Task description: Word for word, give the entries back.

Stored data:
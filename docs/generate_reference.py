"""Writes the reference pages from the code, so that they cannot say something else than the program does.

    python docs/generate_reference.py            writes docs/reference/*.md and docs/methods/measured.md

A test compares the pages with what this would write.
"""

from __future__ import annotations

import csv
import inspect
import re
import sys
import typing
from collections.abc import Iterator, Sequence
from pathlib import Path
from typing import Any, get_args

DOCS = Path(__file__).resolve().parent
sys.path.insert(0, str(DOCS.parent / "pipeline"))

MADE = "<!-- Made by docs/generate_reference.py; change the code, not this page. -->\n"


def pages() -> dict[str, str]:
    """Path below docs/ to text of every generated page."""
    return {
        "reference/commands.md": commands(),
        "reference/settings.md": settings(),
        "reference/columns.md": columns(),
        "reference/findings.md": findings(),
        "reference/stages.md": stages(),
        "reference/python.md": interface(),
        "methods/measured.md": measured(),
    }


def page(title: str, *parts: str) -> str:
    return f"# {title}\n\n{MADE}\n" + "\n\n".join(part.strip("\n") for part in parts) + "\n"


def table(headings: Sequence[str], rows: Sequence[Sequence[str]]) -> str:
    lines = [f"| {' | '.join(headings)} |", f"|{' --- |' * len(headings)}"]
    return "\n".join([*lines, *(f"| {' | '.join(_cell(cell) for cell in row)} |" for row in rows)])


def _cell(text: str) -> str:
    """Text of one table cell; a `<` outside code would be taken for HTML."""
    parts = re.split(r"(`[^`]*`)", " ".join(text.split()).replace("|", "\\|"))
    return "".join(part if part.startswith("`") else part.replace("<", "\\<") for part in parts) or " "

Solution for this problem:
filename docs/generate_reference.py
"""Writes the reference pages from the code, so that they cannot say something else than the program does.

    python docs/generate_reference.py            writes docs/reference/*.md and docs/methods/measured.md

A test compares the pages with what this would write.
"""

from __future__ import annotations

import csv
import inspect
import re
import sys
import typing
from collections.abc import Iterator, Sequence
from pathlib import Path
from typing import Any, get_args

DOCS = Path(__file__).resolve().parent
sys.path.insert(0, str(DOCS.parent / "pipeline"))

MADE = "<!-- Made by docs/generate_reference.py; change the code, not this page. -->\n"


def pages() -> dict[str, str]:
    """Path below docs/ to text of every generated page."""
    return {
        "reference/commands.md": commands(),
        "reference/settings.md": settings(),
        "reference/columns.md": columns(),
        "reference/findings.md": findings(),
        "reference/stages.md": stages(),
        "reference/python.md": interface(),
        "methods/measured.md": measured(),
    }


def page(title: str, *parts: str) -> str:
    return f"# {title}\n\n{MADE}\n" + "\n\n".join(part.strip("\n") for part in parts) + "\n"


def table(headings: Sequence[str], rows: Sequence[Sequence[str]]) -> str:
    lines = [f"| {' | '.join(headings)} |", f"|{' --- |' * len(headings)}"]
    return "\n".join([*lines, *(f"| {' | '.join(_cell(cell) for cell in row)} |" for row in rows)])


def _cell(text: str) -> str:
    """Text of one table cell; a `<` outside code would be taken for HTML."""
    parts = re.split(r"(`[^`]*`)", " ".join(text.split()).replace("|", "\\|"))
    return "".join(part if part.startswith("`") else part.replace("<", "\\<") for part in parts) or " "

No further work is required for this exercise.